Task to carry out
Provide again, from the entries below, every line from the one containing "projected concentration grid" through the one containing "ok = np.isfinite(v)", exactly as written, and no other line.

Materials provided
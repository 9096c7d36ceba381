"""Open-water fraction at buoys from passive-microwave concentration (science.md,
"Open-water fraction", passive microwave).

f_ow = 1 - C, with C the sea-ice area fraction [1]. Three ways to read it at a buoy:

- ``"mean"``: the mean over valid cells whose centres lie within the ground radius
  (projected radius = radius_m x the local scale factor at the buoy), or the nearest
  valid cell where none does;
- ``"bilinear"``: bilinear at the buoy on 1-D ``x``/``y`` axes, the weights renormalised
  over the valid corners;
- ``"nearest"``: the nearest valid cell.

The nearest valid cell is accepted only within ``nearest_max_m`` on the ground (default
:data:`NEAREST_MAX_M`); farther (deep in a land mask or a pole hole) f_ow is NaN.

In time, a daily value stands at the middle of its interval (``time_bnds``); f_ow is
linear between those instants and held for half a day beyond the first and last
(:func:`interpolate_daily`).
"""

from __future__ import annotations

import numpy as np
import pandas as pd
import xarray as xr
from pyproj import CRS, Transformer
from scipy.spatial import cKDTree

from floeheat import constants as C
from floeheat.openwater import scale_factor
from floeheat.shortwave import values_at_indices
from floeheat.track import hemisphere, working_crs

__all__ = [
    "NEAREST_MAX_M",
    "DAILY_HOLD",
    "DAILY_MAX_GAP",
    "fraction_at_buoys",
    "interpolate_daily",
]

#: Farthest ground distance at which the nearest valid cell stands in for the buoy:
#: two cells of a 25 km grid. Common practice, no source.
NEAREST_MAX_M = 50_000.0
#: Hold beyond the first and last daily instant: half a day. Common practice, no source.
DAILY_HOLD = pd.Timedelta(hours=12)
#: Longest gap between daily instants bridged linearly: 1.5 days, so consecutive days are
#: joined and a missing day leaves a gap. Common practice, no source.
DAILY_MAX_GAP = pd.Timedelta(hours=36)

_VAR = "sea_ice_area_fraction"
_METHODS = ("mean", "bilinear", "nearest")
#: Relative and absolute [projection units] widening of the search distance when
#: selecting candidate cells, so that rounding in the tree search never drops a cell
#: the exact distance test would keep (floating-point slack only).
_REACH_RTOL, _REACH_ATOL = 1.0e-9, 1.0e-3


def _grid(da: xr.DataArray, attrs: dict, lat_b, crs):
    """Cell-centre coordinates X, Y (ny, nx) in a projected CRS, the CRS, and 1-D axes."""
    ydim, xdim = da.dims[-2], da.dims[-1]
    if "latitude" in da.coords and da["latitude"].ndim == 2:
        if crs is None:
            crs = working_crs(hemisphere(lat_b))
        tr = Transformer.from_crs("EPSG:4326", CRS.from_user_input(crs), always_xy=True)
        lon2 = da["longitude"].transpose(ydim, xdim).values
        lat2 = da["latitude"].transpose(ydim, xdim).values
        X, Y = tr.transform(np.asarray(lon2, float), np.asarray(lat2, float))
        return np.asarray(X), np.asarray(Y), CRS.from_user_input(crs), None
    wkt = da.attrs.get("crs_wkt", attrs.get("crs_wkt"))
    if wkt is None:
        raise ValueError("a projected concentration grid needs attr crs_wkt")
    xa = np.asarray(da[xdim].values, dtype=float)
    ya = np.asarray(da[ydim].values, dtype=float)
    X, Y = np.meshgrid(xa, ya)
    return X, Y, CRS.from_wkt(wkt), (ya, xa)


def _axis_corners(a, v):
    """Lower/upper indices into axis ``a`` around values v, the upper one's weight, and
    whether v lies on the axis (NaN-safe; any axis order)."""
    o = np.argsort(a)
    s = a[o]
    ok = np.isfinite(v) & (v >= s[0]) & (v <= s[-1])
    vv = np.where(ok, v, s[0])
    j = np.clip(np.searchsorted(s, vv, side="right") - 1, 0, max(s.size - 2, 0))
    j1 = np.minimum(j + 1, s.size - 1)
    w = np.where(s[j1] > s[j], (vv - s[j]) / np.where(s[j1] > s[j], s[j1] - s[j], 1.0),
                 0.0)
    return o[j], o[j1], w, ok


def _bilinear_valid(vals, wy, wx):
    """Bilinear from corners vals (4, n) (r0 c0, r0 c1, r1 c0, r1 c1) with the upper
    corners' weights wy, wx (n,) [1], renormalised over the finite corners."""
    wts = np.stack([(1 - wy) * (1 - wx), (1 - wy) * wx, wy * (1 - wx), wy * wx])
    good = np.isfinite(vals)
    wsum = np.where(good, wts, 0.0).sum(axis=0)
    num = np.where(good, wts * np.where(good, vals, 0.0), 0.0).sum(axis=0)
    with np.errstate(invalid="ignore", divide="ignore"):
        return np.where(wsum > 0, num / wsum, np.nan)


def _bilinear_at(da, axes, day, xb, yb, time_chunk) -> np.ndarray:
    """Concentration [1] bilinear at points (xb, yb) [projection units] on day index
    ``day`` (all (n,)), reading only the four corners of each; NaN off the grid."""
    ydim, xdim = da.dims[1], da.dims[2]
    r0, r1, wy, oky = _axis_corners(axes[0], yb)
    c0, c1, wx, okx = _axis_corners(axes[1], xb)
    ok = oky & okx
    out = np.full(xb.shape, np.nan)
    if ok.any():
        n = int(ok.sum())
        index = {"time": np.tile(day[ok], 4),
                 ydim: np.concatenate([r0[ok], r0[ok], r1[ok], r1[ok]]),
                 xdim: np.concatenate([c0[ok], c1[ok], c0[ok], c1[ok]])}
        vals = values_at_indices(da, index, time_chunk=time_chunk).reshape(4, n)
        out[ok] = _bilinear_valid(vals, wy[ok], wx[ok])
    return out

* * *

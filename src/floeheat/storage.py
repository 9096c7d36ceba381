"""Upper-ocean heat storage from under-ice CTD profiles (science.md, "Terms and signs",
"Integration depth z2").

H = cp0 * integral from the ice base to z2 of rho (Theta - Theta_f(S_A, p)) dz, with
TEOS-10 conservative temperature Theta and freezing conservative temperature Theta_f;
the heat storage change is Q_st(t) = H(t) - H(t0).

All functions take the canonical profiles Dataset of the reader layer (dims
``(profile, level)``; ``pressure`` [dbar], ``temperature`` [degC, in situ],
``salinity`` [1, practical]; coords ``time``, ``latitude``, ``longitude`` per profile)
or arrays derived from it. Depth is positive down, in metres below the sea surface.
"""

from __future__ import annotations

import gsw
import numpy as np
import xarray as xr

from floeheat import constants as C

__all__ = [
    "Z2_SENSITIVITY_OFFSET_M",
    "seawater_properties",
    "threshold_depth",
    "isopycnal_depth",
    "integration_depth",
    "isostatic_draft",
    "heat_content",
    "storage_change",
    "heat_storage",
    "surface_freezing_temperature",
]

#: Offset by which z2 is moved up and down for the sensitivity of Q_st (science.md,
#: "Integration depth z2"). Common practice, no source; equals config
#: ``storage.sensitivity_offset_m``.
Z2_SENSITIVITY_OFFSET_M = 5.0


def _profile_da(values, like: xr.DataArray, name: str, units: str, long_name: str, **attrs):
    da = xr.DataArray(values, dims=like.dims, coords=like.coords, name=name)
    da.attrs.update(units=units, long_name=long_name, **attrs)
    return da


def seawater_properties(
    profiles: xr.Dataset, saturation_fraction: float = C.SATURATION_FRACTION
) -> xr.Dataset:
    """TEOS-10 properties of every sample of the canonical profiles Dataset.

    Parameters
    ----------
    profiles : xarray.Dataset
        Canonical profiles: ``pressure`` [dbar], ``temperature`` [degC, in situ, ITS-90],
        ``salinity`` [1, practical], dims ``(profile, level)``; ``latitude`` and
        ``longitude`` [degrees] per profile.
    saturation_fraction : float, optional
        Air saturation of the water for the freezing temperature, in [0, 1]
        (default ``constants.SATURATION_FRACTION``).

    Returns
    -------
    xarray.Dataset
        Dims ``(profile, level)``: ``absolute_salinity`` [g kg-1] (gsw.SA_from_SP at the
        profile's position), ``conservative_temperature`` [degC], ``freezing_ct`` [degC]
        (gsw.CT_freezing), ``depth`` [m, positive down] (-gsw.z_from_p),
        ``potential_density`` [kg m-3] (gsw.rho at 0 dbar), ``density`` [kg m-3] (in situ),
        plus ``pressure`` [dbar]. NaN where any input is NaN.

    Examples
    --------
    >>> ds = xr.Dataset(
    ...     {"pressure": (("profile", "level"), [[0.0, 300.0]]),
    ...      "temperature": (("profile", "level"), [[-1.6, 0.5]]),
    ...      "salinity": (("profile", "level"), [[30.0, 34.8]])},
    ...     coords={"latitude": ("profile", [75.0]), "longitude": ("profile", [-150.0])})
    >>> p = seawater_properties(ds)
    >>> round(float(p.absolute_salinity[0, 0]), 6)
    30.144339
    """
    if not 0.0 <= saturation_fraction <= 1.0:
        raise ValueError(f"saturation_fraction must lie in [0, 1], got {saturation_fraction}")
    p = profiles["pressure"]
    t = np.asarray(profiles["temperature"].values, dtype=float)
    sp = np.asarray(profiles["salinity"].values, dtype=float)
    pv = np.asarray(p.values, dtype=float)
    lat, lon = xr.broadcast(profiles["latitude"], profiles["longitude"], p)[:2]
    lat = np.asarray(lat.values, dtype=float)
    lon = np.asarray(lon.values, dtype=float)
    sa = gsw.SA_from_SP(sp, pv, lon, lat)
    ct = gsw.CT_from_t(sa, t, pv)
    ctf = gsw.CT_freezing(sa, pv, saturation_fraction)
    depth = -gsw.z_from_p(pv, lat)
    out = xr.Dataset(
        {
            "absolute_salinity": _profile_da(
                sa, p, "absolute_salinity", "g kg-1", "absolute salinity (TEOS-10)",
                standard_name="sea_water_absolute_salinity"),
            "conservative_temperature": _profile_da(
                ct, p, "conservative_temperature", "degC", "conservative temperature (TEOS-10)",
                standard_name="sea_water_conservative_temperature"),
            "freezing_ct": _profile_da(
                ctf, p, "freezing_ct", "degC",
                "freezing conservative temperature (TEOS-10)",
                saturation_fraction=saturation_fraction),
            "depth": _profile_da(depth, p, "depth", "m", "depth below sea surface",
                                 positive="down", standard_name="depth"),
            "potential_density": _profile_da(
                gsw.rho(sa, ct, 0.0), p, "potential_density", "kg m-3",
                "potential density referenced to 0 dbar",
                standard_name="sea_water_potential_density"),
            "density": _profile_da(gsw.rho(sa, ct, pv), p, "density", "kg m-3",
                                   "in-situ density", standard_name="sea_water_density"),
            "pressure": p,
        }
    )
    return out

Solution below
        raise ValueError("a projected concentration grid needs attr crs_wkt")
    xa = np.asarray(da[xdim].values, dtype=float)
    ya = np.asarray(da[ydim].values, dtype=float)
    X, Y = np.meshgrid(xa, ya)
    return X, Y, CRS.from_wkt(wkt), (ya, xa)


def _axis_corners(a, v):
    """Lower/upper indices into axis ``a`` around values v, the upper one's weight, and
    whether v lies on the axis (NaN-safe; any axis order)."""
    o = np.argsort(a)
    s = a[o]
    ok = np.isfinite(v) & (v >= s[0]) & (v <= s[-1])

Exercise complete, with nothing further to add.